I used the bfs approach, but to check the point is inside or outside, I used a different approach, I basically triangulated the polygon and in each triangle I used the bfs approach to find the points. Checking if a point lies inside a triangle or not takes O(1).

True, low N seemed to give nightmares. Passing 70 point task was easier than the 30 mark one. Had to at last swallow pride and resort to brute force for low N

My approach was very different and very easy too. We just use one property of a polygon: If A and B are distinct vertices, then every point on segment AB will be inside it.

There are N vertices. We can divide them into 4 disjoint groups based on the parities of X and Y coordinates. (first group: all vertices (x,y) where x is odd and y is odd etc.)

It’s clear that inside each group, if we take any 2 points A and B, the midpoint of segment AB will have integer coordinates, since both X and Y coordinates have same parities. There are 4 groups, so the largest group will have at least [N/4] points. We can simply choose one vertex and connect it to every other in this group, giving us [N/4] - 1 distinct points, which is more than [N/10] already.

The basic idea of this case was including a point which is outside in the answer .I cant help much, except for this TC had points close by, steep sides and T=100, and N=10 for atleast 1 case.

2 Likes

After some pondering I realized that the constraints (convexity and non-collinearity) seems to force that there must exist a lot of internal points (and hence enough points will always exist).

I tried a rough solution that I did not expect to work at the time, randomly pick two non-adjacent corner points A=(x_1,y_1) and B=(x_2,y_2) and if g=\gcd(x_1-x_2,y_1-y_2) \neq 1 then there exist g-1 integer points along line AB which can easily be found. Repeat until enough unique points are found.

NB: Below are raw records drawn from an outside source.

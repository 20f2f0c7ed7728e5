"""The model wavelength grid and the extraterrestrial solar spectrum on it.

Grid (bin edges, nm): 1 nm bins from 175 to 350 nm, where the O2
Schumann-Runge bands and Herzberg continuum, the O3 Hartley and Huggins bands
and most photolysis cross sections have their structure; 5 nm bins from 350 to
750 nm (Chappuis band, NO2, NO3, OClO and Cl2O2 tails), where the absorbers
are smooth on that scale.  255 bins in all.

The extraterrestrial spectrum is the ASTM E-490 zero-air-mass standard
(ASTM E490-00a (2019), "Standard Solar Constant and Zero Air Mass Solar
Spectral Irradiance Tables"), as carried by the pyspectral package
(pyspectral/data/e490_00a.dat, W m-2 um-1).  ``scripts/regenerate_solar_spectrum.py``
integrates it over each bin (trapezoid on the table, exact for its
piecewise-linear reading), converts energy to photons with E = h c / lambda
inside the integral, and writes ``data/solar_spectrum.csv`` with a provenance
header.  Only the script reads the source table; the package reads the CSV.
"""
from __future__ import annotations

import functools
from pathlib import Path

import numpy as np

from ..errors import DataFileError

DATA_FILE = Path(__file__).resolve().parent / "data" / "solar_spectrum.csv"

#: Planck constant [J s] and speed of light [m s-1] (CODATA 2018 exact values)
PLANCK_J_S = 6.62607015e-34
SPEED_OF_LIGHT_M_S = 299792458.0


def model_wavelength_edges() -> np.ndarray:
    """Bin edges of the model wavelength grid [nm] (256 edges, 255 bins)."""
    return np.concatenate([np.arange(175.0, 350.0, 1.0), np.arange(350.0, 750.0 + 1e-9, 5.0)])


@functools.lru_cache(maxsize=1)
def _read_table() -> tuple[np.ndarray, np.ndarray]:
    path = DATA_FILE
    rows = []
    header_done = False
    for lineno, line in enumerate(path.read_text(encoding="utf-8").splitlines(), start=1):
        if line.startswith("#") or not line.strip():
            continue
        if not header_done:
            expected = "wavelength_lower_nm,wavelength_upper_nm,photon_flux_cm-2_s-1_nm-1"
            if line.strip() != expected:
                raise DataFileError(f"{path}:{lineno}: column line {line.strip()!r}; expected {expected!r}")
            header_done = True
            continue
        parts = line.split(",")
        try:
            rows.append([float(x) for x in parts])
        except ValueError:
            raise DataFileError(f"{path}:{lineno}: {line!r}: expected three numbers "
                                f"(lower nm, upper nm, photons cm-2 s-1 nm-1)") from None
        if len(parts) != 3:
            raise DataFileError(f"{path}:{lineno}: {len(parts)} columns; expected 3")
    data = np.asarray(rows)
    lo, hi, flux = data[:, 0], data[:, 1], data[:, 2]
    if not np.allclose(lo[1:], hi[:-1]):
        raise DataFileError(f"{path}: bins are not contiguous")
    edges = np.append(lo, hi[-1])
    edges.setflags(write=False)
    flux.setflags(write=False)
    return edges, flux


def solar_spectrum_edges() -> np.ndarray:
    """Bin edges [nm] of the shipped extraterrestrial spectrum (the model grid)."""
    return _read_table()[0]


def extraterrestrial_flux(edges_nm=None, distance_factor=1.0) -> np.ndarray:
    """Extraterrestrial solar photon flux per bin [photons cm-2 s-1 nm-1].

    Bin means of the ASTM E-490 spectrum (see module docstring) at 1 AU times
    ``distance_factor`` = (1 AU / r)^2.  ``edges_nm`` must be a subset of the
    shipped grid's edges (bins are merged by photon-weighted averaging);
    default the full model grid.
    """
    edges0, flux0 = _read_table()
    if edges_nm is None:
        return flux0 * distance_factor
    edges = np.asarray(edges_nm, dtype=float)
    idx = np.searchsorted(edges0, edges)
    ok = (idx < edges0.size) & np.isclose(edges0[np.minimum(idx, edges0.size - 1)], edges)
    if edges.ndim != 1 or edges.size < 2 or not np.all(ok) or not np.all(np.diff(edges) > 0):
        raise ValueError(f"edges_nm: expected increasing edges taken from the model grid "
                         f"({edges0[0]:g}-{edges0[-1]:g} nm, see model_wavelength_edges()), "
                         f"got {edges_nm!r}")
    cumulative = np.concatenate([[0.0], np.cumsum(flux0 * np.diff(edges0))])
    return np.diff(cumulative[idx]) / np.diff(edges) * distance_factor


def distance_factor_on(date) -> float:
    """(1 AU / r)^2 on a date (``numpy.datetime64`` or ISO text, UTC) [1]."""
    from ..environment.solar import earth_sun_distance_factor

    return float(earth_sun_distance_factor(np.datetime64(date, "s")))


def photons_from_energy(irradiance_W_m2_nm, wavelength_nm):
    """Convert spectral irradiance [W m-2 nm-1] to photon flux [photons cm-2 s-1 nm-1].

    N = E lambda / (h c), with 1 m2 = 1e4 cm2.
    """
    wl_m = np.asarray(wavelength_nm, dtype=float) * 1e-9
    return np.asarray(irradiance_W_m2_nm) * wl_m / (PLANCK_J_S * SPEED_OF_LIGHT_M_S) * 1e-4
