@dataclass(frozen=True, eq=False)
class SpectralData:
    """One cross section or quantum yield as a function of wavelength and T.

    ``values`` has shape (n_columns, n_wavelengths): one row per tabulated
    temperature for ``temperature_dependence == "table"``, one row for
    ``"none"``, and for ``"log10_linear"`` row 0 holds sigma at the reference
    temperature ``temperatures[0]`` and row 1 the coefficient B [K-1] in
    log10 sigma(T) = log10 sigma(T0) + B (T - T0).
    """

    species: str
    channel: str
    quantity: str                   # "cross_section" | "quantum_yield"
    units: str                      # "cm2" | "1"
    temperature_dependence: str     # "none" | "table" | "log10_linear"
    source: str
    provenance: str
    wavelength_nm: np.ndarray
    temperatures: np.ndarray        # [K]; empty for "none"
    values: np.ndarray
    valid_temperature_range_K: tuple[float, float] | None = None
    outside_range: str = "zero"     # "zero" | "hold"
    notes: str = ""
    path: str = ""
    header: dict = field(default_factory=dict, repr=False)
    #: absolute 1-sigma uncertainty [cm2] like ``values`` (NaN where none), from a lab file
    uncertainty: np.ndarray | None = field(default=None, repr=False)

    # -- temperature ------------------------------------------------------
    def _clamped_temperature(self, temperature_K: np.ndarray) -> np.ndarray:
        t = np.asarray(temperature_K, dtype=float)
        if self.temperature_dependence == "table":
            return np.clip(t, self.temperatures[0], self.temperatures[-1])
        if self.temperature_dependence == "log10_linear" and self.valid_temperature_range_K:
            lo, hi = self.valid_temperature_range_K
            return np.clip(t, lo, hi)
        return t

    def at_temperature(self, temperature_K=298.0) -> np.ndarray:
        """Tabulated values at the table's own wavelengths for temperature(s) [K].

        A scalar temperature gives shape (n_wavelengths,); a 1-D array of nT
        temperatures gives (nT, n_wavelengths).  ``table``: linear
        interpolation in T, clamped to the tabulated range (the end column is
        used outside it).  ``log10_linear``: T clamped to
        ``valid_temperature_range_K``.
        """
        t_in = np.asarray(temperature_K, dtype=float)
        if t_in.ndim > 1:
            raise ValueError(f"temperature_K must be a scalar or 1-D array, got shape {t_in.shape}")
        if not np.all(np.isfinite(t_in)):
            raise ValueError(f"temperature_K must be finite, got {temperature_K!r}")
        t = np.atleast_1d(self._clamped_temperature(t_in))
        dep = self.temperature_dependence
        if dep == "none":
            out = np.broadcast_to(self.values[0], (t.size, self.values.shape[1])).copy()
        elif dep == "table":
            temps = self.temperatures
            if temps.size == 1:
                out = np.broadcast_to(self.values[0], (t.size, self.values.shape[1])).copy()
            else:
                i = np.clip(np.searchsorted(temps, t, side="right") - 1, 0, temps.size - 2)
                w = ((t - temps[i]) / (temps[i + 1] - temps[i]))[:, None]
                out = (1.0 - w) * self.values[i] + w * self.values[i + 1]
        else:  # log10_linear
            sigma0, b = self.values[0], self.values[1]
            t0 = self.temperatures[0]
            out = sigma0[None, :] * 10.0 ** (b[None, :] * (t[:, None] - t0))
        return out[0] if t_in.ndim == 0 else out

    # -- wavelength -------------------------------------------------------
    def __call__(self, wavelength_nm, temperature_K=298.0) -> np.ndarray:
        """Values at wavelengths [nm] and temperature(s) [K].

        Linear interpolation between tabulated wavelengths.  Outside the
        tabulated range: zero (``outside_range: zero``, the default for cross
        sections) or the end value held (``hold``, the default for quantum
        yields).  Shape: ``wavelength.shape`` for a scalar temperature,
        ``(nT,) + wavelength.shape`` for a 1-D temperature array.
        """
        wl = np.asarray(wavelength_nm, dtype=float)
        table = self.at_temperature(temperature_K)
        left, right = (None, None) if self.outside_range == "hold" else (0.0, 0.0)

        def interp(row):
            kwargs = {} if left is None else {"left": left, "right": right}
            return np.interp(wl.ravel(), self.wavelength_nm, row, **kwargs).reshape(wl.shape)

        if table.ndim == 1:
            return interp(table)
        return np.stack([interp(row) for row in table])

    def bin_average(self, edges_nm, temperature_K=298.0) -> np.ndarray:
        """Mean value over each bin [edges[i], edges[i+1]] [nm].

        Integrates the piecewise-linear table exactly (trapezoid segments,
        partial segments at the bin edges) and divides by the bin width.
        Shape (n_bins,) for a scalar temperature, (nT, n_bins) for 1-D T.
        """
        edges = np.asarray(edges_nm, dtype=float)
        if edges.ndim != 1 or edges.size < 2 or not np.all(np.diff(edges) > 0):
            raise ValueError("edges_nm must be a 1-D strictly increasing array of at least 2 "
                             f"wavelengths [nm], got {edges_nm!r}")
        table = self.at_temperature(temperature_K)
        cumulative = _primitive(self.wavelength_nm, np.atleast_2d(table), edges,
                                hold=self.outside_range == "hold")
        means = np.diff(cumulative, axis=-1) / np.diff(edges)
        return means[0] if table.ndim == 1 else means

    def describe(self) -> str:
        """One line: species, quantity, range, temperatures, provenance."""
        temps = ", ".join(f"{t:g}" for t in self.temperatures) or "-"
        return (f"{self.species} {self.quantity} {self.channel or ''} "
                f"{self.wavelength_nm[0]:g}-{self.wavelength_nm[-1]:g} nm, "
                f"T dependence {self.temperature_dependence} ({temps} K); "
                f"{self.provenance}").replace("  ", " ")
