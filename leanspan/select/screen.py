"""Vectorised screening of many candidate members against one beam job.

The beam is solved once per unit case (``leanspan.beam.respond``). For a prismatic
beam without springs the internal forces do not depend on EI and deflections scale
with 1/EI, so every combination for candidate k is ``A(x) + t_k B(x)`` where A is the
combination of the load cases, B the unit self-weight case and ``t_k`` the
candidate's factored weight per length. Extremes of M (cubic per element) and V come
in closed form from the roots of their derivatives; extremes of v (quintic) from the
best of a grid in every element polished by Newton steps on the exact polynomial.
Both equal the exact extremes to round-off. With springs the
unit cases are solved for all K stiffnesses as one batch and combined the same way.

The result is the beam's action effects per candidate and combination
(:class:`~leanspan.select.checks.Effects`); :func:`evaluate` then applies every
registered check (:mod:`leanspan.select.checks`) to them.

:func:`screen_loop` finds the same effects one candidate at a time through
:func:`leanspan.beam.solve`: the independent reference the tests compare with.
"""

from __future__ import annotations

import dataclasses
import os
from dataclasses import dataclass, field

import numpy as np

from ..beam import G, respond, solve
from ..beam.poly import (
    evaluate as _horner,  # coefficients (..., n) at points s, Horner's rule
)
from ..beam.results import snap_round_off
from .checks import Effects, active_checks
from .job import Limits
from .member import beam_with_member
from .envelope import EnvelopeTable
from .extremes import _cubic_best, _cubic_stations, _polished_best
from .screen_reduce import to_parents

__all__ = ["Candidates", "Screen", "screen", "screen_chunks", "screen_verdicts", "screen_loop", "evaluate",
           "check_names", "CHUNK"]

_BLOCK = 2048  # candidates per block (keeps the grid work in cache)


def check_names(limits=None) -> tuple:
    """Names of the checks the job's ``limits`` ask for, in order (the utilisation keys)."""
    return tuple(c.name for c in active_checks(limits))


@dataclass(frozen=True)
class Candidates:
    """Candidate members (SI units): arrays (K,).

    ``props`` holds the catalogue columns the checks read (``Sz_top``, ``shear_factor``,
    ``strength_bending`` ...); ``limits`` is the job's :class:`~leanspan.select.job.Limits`.
    """

    EI: np.ndarray
    mass_per_length: np.ndarray
    props: dict = field(default_factory=dict)
    limits: object = None

    @classmethod
    def with_allowables(cls, EI, mass_per_length, bending_allow, shear_allow, **props) -> "Candidates":
        """Candidates whose allowable bending and shear stresses are given directly (arrays (K,)).

        >>> c = Candidates.with_allowables([2e6], [30.0], [165e6], [95e6], Sz_top=[1e-4],
        ...                                Sz_bot=[1e-4], shear_factor=[500.0])
        >>> float(c.limits.bending_allowable(c.props["strength_bending"])[0])
        165000000.0
        """
        arrays = {k: np.asarray(v, float) for k, v in props.items()}
        arrays.update(strength_bending=np.asarray(bending_allow, float),
                      strength_shear=np.asarray(shear_allow, float))
        return cls(np.asarray(EI, float), np.asarray(mass_per_length, float), arrays, Limits(stress_factor=1.0))

    @property
    def size(self) -> int:
        return int(np.size(self.EI))

    def take(self, index) -> "Candidates":
        return Candidates(np.asarray(self.EI)[index], np.asarray(self.mass_per_length)[index],
                          {k: np.asarray(v)[index] for k, v in self.props.items()}, self.limits)


@dataclass(frozen=True)
class Screen:
    """Effects, demands and utilisations per candidate.

    ``effects`` are the beam's action effects (K, C); for each registered check (by
    name) ``demand``, ``allowable`` and ``combination`` (the index of the governing
    combination, -1 where none applies) are (K,) arrays at the combination of the
    largest utilisation; ``utilisation`` (K,) NaN where the check does not apply (no
    deflection combination); ``governing`` the name of the largest; ``passes`` all
    utilisations <= 1.
    """

    effects: Effects
    demand: dict
    allowable: dict
    combination: dict
    utilisation: dict
    governing: np.ndarray
    passes: np.ndarray
    checks: tuple = ()  # the Check entries applied, in order
    columns: dict = field(default_factory=dict)  # full (K, C) demand of checks with demand_json
    props: dict = field(default_factory=dict)  # the candidates' columns the checks read (K,)

    def details(self, k: int) -> dict:
        """``{check name: {key: value}}`` of candidate ``k`` from the checks that give details
        (:attr:`Check.details`), in registry order."""
        out = {}
        for check in self.checks:
            if check.details is not None:
                props = {c: np.asarray(v)[[k]] for c, v in self.props.items()}
                out[check.name] = check.details(self.effects.take(k), props)
        return out

    def _over(self, name, reduce):
        a = getattr(self.effects, name)
        return reduce.reduce(a, axis=1) if a.shape[1] else np.full(a.shape[0], np.nan)

    @property
    def M_max(self):
        """Largest sagging moment over the strength combinations (K,)."""
        return self._over("M_max", np.fmax)

    @property
    def M_min(self):
        return self._over("M_min", np.fmin)

    @property
    def V_abs(self):
        return self._over("V_abs", np.fmax)

    @property
    def sigma(self):
        return self.demand.get("bending")

    @property
    def tau(self):
        return self.demand.get("shear")

    @property
    def v_abs(self):
        return self.demand.get("deflection")

    @property
    def deflection_ratio(self):
        return self.utilisation.get("deflection")

    def demands(self, k: int) -> dict:
        """The demands of candidate ``k`` (JSON ``demands``): the effects and each check's own."""
        out = {"M_max": float(self.M_max[k]), "M_min": float(self.M_min[k]), "V_abs": float(self.V_abs[k])}
        for c in self.checks:
            if c.demand_json is not None:
                out.update(c.demand_json(self.columns[c.name][k]))
            elif c.name in self.demand:
                v = float(self.demand[c.name][k])
                out[c.demand_key] = None if np.isnan(v) else v
        return out


def evaluate(effects: Effects, cand: Candidates, first_pass: bool = False, nan_fails=frozenset()) -> Screen:
    """Apply every check active for ``cand.limits`` to ``effects`` (K, C) of candidates ``cand``;
    with ``first_pass``, not those that only report for this beam (:attr:`Check.reports_only`).

    A check that gives NaN for every candidate does not apply to the job (NaN utilisation); NaN
    for some only fails them. ``nan_fails`` names checks to treat as the latter even when all of
    ``cand`` are NaN (a part of a larger set in which some are not: see :func:`screen_chunks`)."""
    K = cand.size
    demand, allow, combo, util, columns = {}, {}, {}, {}, {}
    rows = np.arange(K)
    checks = first_pass_checks(cand.limits, effects.model) if first_pass else active_checks(cand.limits)
    effects = dataclasses.replace(effects, limits=cand.limits)
    for check in checks:  # a small fixed set
        d = np.asarray(check.demand(effects, cand.props), float)
        if check.demand_json is not None:
            columns[check.name] = d
        a = np.broadcast_to(np.asarray(check.allowable(cand.props, cand.limits, effects), float), d.shape)
        with np.errstate(divide="ignore", invalid="ignore"):
            u = d / a
        if u.shape[1] == 0:
            u = d = a = np.full((K, 1), np.nan)
        filled = np.where(np.isnan(u), -np.inf, u)
        j = np.argmax(filled, axis=1)
        none = np.isneginf(filled[rows, j])
        # NaN for every candidate: the check does not apply to this job (no deflection limit);
        # NaN for some only: their data could not be checked, so they fail rather than pass
        none = none & (bool(none.all()) and check.name not in nan_fails)
        util[check.name] = np.where(none, np.nan, np.where(np.isneginf(filled[rows, j]), np.inf, u[rows, j]))
        demand[check.name] = np.where(none, np.nan, d[rows, j])
        allow[check.name] = np.where(none, np.nan, a[rows, j])
        combo[check.name] = np.where(np.isneginf(filled[rows, j]), -1, j)
    names = list(util)
    stack = np.stack([util[c] for c in names], axis=1)
    filled = np.where(np.isnan(stack), -np.inf, stack)
    governing = np.asarray(names, dtype=object)[np.argmax(filled, axis=1)]
    passes = np.all(np.isnan(stack) | (stack <= 1.0), axis=1)
    return Screen(effects, demand, allow, combo, util, governing, passes, checks, columns, cand.props)
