def ballast_sweep(scenario: Scenario, *, strengths_ms=SWEEP_STRENGTHS_MS, ballasts_kg=None, path=None,
                  requirement=TASK_TERRAIN, phases: int = SWEEP_PHASES) -> BallastSweep:
    """Task time for every ballast against thermal strength, one vectorised flight call.

    Parameters
    ----------
    scenario : Scenario
        Task, glider (polar, pilot, bugs), day (start, band, wind, end of lift, thermal
        radius) and margins.
    strengths_ms : sequence of float
        Thermal core strengths [m/s], constant through the day until lift ends.
    ballasts_kg : sequence of float, optional
        Ballasts [kg] (sorted, repeats dropped); default :func:`sweep_ballasts_kg` (19
        from empty to full).
    path, requirement : optional
        The planned path and its final-glide requirement (see :func:`planned_route`;
        default: as :func:`glidetask.engine.plan.plan` flies the task).
    phases : int
        Positions of the climbs along the route to average over (>= 1).

    Returns
    -------
    BallastSweep

    Notes
    -----
    Every flight is the planner's (:func:`glidetask.engine.flight.flights_for`) with the
    mass of its ballast and a thermal-strength profile held at the row's strength; the
    MacCready setting follows the achieved climb (a fixed setting in the day would not
    suit every strength), the final-glide setting and margins are the scenario's.

    In the flight core every climb is taken where the glider reaches the band bottom, so
    the places of the climbs, and with them whether a climb drifts on a tailwind or a
    headwind leg, shift with the ballast: a step of 1-2 % in the task time between
    neighbouring ballasts that no pilot could count on. Real thermals are not placed by
    the glider's sink rate, so the time is averaged over ``K`` phases of the cycle: the
    task is flown from start heights ``h0 - k D/K`` (band depth ``D``, wrapped into the
    band) and each time is referred back to the real start height ``h0`` by the time the
    height difference is worth, ``(h_k - h0)/m_c`` at the achieved climb ``m_c`` [2]_.
    A cell counts as finished only if every phase finishes. What remains (a few tenths of
    a minute where the time hardly changes with ballast) is why the best ballast is the
    lightest within :data:`BALLAST_GAIN_TOLERANCE` (0.2 %, 20 seconds in three hours)
    of the fastest: water that buys less is not worth carrying, and the model
    cannot tell such gains apart.
    """

    if phases < 1:
        raise ValueError("phases must be at least 1")
    path, requirement = planned_route(scenario, path, requirement)
    day, glider = scenario.day, scenario.glider
    ballast = sweep_ballasts_kg(scenario) if ballasts_kg is None else np.unique(np.asarray(ballasts_kg, dtype=float))
    strengths = np.asarray(strengths_ms, dtype=float)
    if ballast.ndim != 1 or strengths.ndim != 1 or np.any(ballast < 0.0) or np.any(~(strengths > 0.0)):
        raise ValueError("ballasts must be >= 0 and strengths > 0, each a 1-D sequence")
    climb, cruise = climb_table(scenario, ballast, strengths)
    starts = _phase_start_heights(day, phases)
    s_grid, b_grid, h_grid = np.meshgrid(strengths, ballast, starts, indexing="ij")
    base = flights_for(scenario)
    flights = dataclasses.replace(
        base, mass_kg=glider.mass_with_ballast_kg(b_grid).ravel(),
        start_height_m=h_grid.ravel(), lift_scale=s_grid.ravel(), lift_times_s=(day.start_time_s,),
        lift_values=(1.0,), lift_is_strength=True, mc_ms=math.nan)
    flown = fly(course_for(path, scenario.day.detour_percent), flights, requirement=requirement, detail=False)
    with np.errstate(invalid="ignore", divide="ignore"):
        worth = (h_grid - day.effective_start_height_m) / climb[..., None]
    worth = np.where(h_grid == day.effective_start_height_m, 0.0, worth)
    times = np.where(flown.finished, flown.total_time_s, np.nan).reshape(h_grid.shape) + worth
    task_time = np.where(np.all(np.isfinite(times), axis=-1), times.mean(axis=-1), np.nan)
    task_time = np.where(climb > 0.0, task_time, times[..., 0])  # no climbs: only the real start counts
    best = _best_ballast(task_time, ballast)
    return BallastSweep(
        task_name=scenario.task.name, planned_distance_m=float(path.total_m), ballast_kg=ballast,
        mass_kg=glider.mass_with_ballast_kg(ballast), thermal_strength_ms=strengths,
        thermal_radius_m=float(day.effective_thermal_radius_m), achieved_climb_ms=climb, cruise_speed_ms=cruise,
        task_time_s=task_time, best_ballast_kg=best, fastest_ballast_kg=_fastest_ballast(task_time, ballast),
        ballast_pays_from_ms=_first_strength(strengths, best > 0.0),
        full_ballast_from_ms=_first_strength(strengths, (best == ballast.max()) & (ballast.max() > 0.0)),
        scenario_ballast_kg=float(glider.ballast_kg), forecast_strength_ms=forecast_strength_ms(scenario),
        phases=phases, notes=tuple(_sweep_notes(scenario, ballast)), thermal_radius_source=day.thermal_radius_source)
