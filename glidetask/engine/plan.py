"""The plan: a whole task flown on paper, leg by leg, into a :class:`Plan`.

:func:`plan` applies the what-ifs to a :class:`~glidetask.engine.scenario.Scenario`,
chooses the planned path (the optimized path of a racing task; for an area task the
target points that bring the planned time to the minimum time or just above it), flies
it with the vectorised flight core (:func:`glidetask.engine.flight.fly`, one flight) and
gathers what a pilot reads before take-off: per leg the climb and MacCready setting,
airspeed, heading, ground speeds, time, the height required at its start and the height
planned on reaching its end; the totals, where the final glide starts, and cautions.
The rules of the flight are the contract's section 3 (see :mod:`glidetask.engine.flight`).

The core's inputs for a scenario and a path are :func:`glidetask.engine.flight.flights_for`
and :func:`glidetask.engine.flight.course_for`, shared with the ballast sweep and the
Monte-Carlo days, which vary them per flight.

Safety over the ground: when the task names an elevation model (``[terrain] file``) the
plan samples it along every path it flies (:func:`glidetask.engine.clearance_hook.path_terrain`),
lets it raise the final-glide requirement wherever the terrain ahead demands more height
than the arrival margin, and reports the final glide over the terrain from the same
samples (:attr:`Plan.terrain`). Whenever the turnpoint collection has landable fields it
reports the coverage along the planned path from the band bottom
(:func:`glidetask.engine.reach_coverage.coverage`, :attr:`Plan.landables`).

References
----------
.. [1] FAI Sporting Code Section 3 (Gliding), Annex A: assigned-area tasks are scored
   on the marking distance over the greater of the task time and the minimum task time
   (from memory).
"""

from __future__ import annotations

import dataclasses
import math
from dataclasses import dataclass

import numpy as np

from glidetask import cautions as caution_text
from glidetask.engine import flight
from glidetask.engine.atmosphere import density_ratio
from glidetask.engine import task as task_geometry
from glidetask.engine import task_search
from glidetask.engine.flight import Flown, course_for, flights_for, fly
from glidetask.engine.plan_airspace import airspace_check, corridor
from glidetask.engine.clearance import TerrainPoint, nearest_landmark
from glidetask.engine.plan_airspace import airspace_check, corridor
from glidetask.engine.plan_ground import Floor, Landout, PlannedProfile, ground_facts, point_at
from glidetask.engine.landing_fields import landing_fields
from glidetask.engine.plan_safety import check_model_covers, load_terrain_for, terrain_requirement, with_safety
from glidetask.engine.scenario import Scenario, Wind, with_what_ifs
from glidetask.units import METRIC

AREA_TIME_SLACK = 0.05  # planned area-task time within [min time, (1 + this) x min time]
TIGHT_DAY_S = 1800.0  # caution when the last climb ends this close to the end of lift [s]
THIN_MARGIN_M = 150.0  # caution for an arrival margin below this [m] (common practice)
CARD_MC_MS = (0.0, 1.0, 2.0, 3.0)  # MacCready settings of the briefing's final-glide card


@dataclass(frozen=True)
class LegPlan:
    """One leg of the plan (contract 5.3), SI units.

    Attributes
    ----------
    from_name, to_name : str
        Turnpoint names.
    distance_m : float
        Length along the planned path [m].
    course_deg : float
        Geodesic azimuth at the leg's start [deg true].
    climb_ms, mc_ms : float
        Achieved climb and MacCready setting used: those of the leg's first climb, or of
        the climb in force on entering the leg if it has none [m/s]. On a leg flown in
        final glide ``mc_ms`` is the final glide's setting. NaN if the leg is not reached.
    airspeed_ms : float
        Speed to fly in the leg's glides [m/s TAS]; on final-glide legs the final glide's.
    heading_deg : float
        Heading in the leg's glides [deg true]: in cruise it makes good the course over a
        whole climb-and-glide cycle (the glides cancel the drift of the climbs); on
        final-glide legs it holds the course on the glide.
    glide_ground_speed_ms : float
        Speed over the ground along the course while gliding [m/s].
    cruise_speed_ms : float
        Drift-aware average speed along the course with climbs, at ``climb_ms`` and
        ``mc_ms`` [m/s] (contract section 3); NaN without a climb.
    time_s : float
        Time on the leg [s]; for the leg where the plan ends short, the time until it does.
    required_height_m : float
        Height needed at the leg's start to final-glide home with the margin [m MSL].
    arrival_height_m : float
        Planned height on reaching the leg's end [m MSL]; NaN if not reached.
    final_glide : bool
        The leg is flown entirely in final glide.
    start_time_s : float
        Clock time at the leg's start [s after midnight]; NaN if not reached.
    indicated_airspeed_ms : float
        ``airspeed_ms`` as indicated, ``TAS sqrt(sigma)`` at the leg's density (the band
        middle's; a final-glide leg's, its final glide's) [m/s IAS]: what the pilot flies.
    average_speed_ms : float
        The leg's distance over its time [m/s], climbs, centring and detour included.
    """

    from_name: str
    to_name: str
    distance_m: float
    course_deg: float
    climb_ms: float
    mc_ms: float
    airspeed_ms: float
    heading_deg: float
    glide_ground_speed_ms: float
    cruise_speed_ms: float
    time_s: float
    required_height_m: float
    arrival_height_m: float
    final_glide: bool
    start_time_s: float
    indicated_airspeed_ms: float = math.nan
    average_speed_ms: float = math.nan


@dataclass(frozen=True)
class AreaPlan:
    """How an assigned-area task's targets were chosen [m], [s]."""

    min_distance_m: float
    max_distance_m: float
    target_distance_m: float
    min_time_s: float
    depth: float  # 0 = the shortest path through the areas, 1 = the longest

After getting AC with this the best rationale I can give for this working is that for this not to work you would have to pick a set of points where all pairwise differences in x and y are coprime, which seems quite unlikely for sets with a large number (\geq10) of points.

3 Likes

centroid must lie inside the triangle;

  • c=((x1+x2+x3/3),(y1+y2+y3)/3)
  • (x,y) is congruent to (0,0),(0,1),(0,2),(1,0),(1,1),(1,2),(2,0),(2,1),(2,2) mod 3
  • so in this only few combinations will have ( c=((x1+x2+x3),(y1+y2+y3))) congruent (0,0) mod 3
  • for the above combinations c=((x1+x2+x3/3),(y1+y2+y3)/3) is integer always;
  • and by php(pigeon hole principle) we know that atleast X=floor(n/9) will have modulo 3,so we can find (X)C3 centroids which are integers;
  • but this might not always give floor(n/10) points due to some centroids might overlap
  • so we are finding all centroids which are integers if it crosses floor(n/10) we stop
  • we use a set too avoid repetition.
  • time complextity is O(nlogn)
  • view my soln here- https://www.codechef.com/viewsolution/17348337

@pk1210: these n/10 points are in different "subpolygon"s, as you can see in the figure. So they have to be different.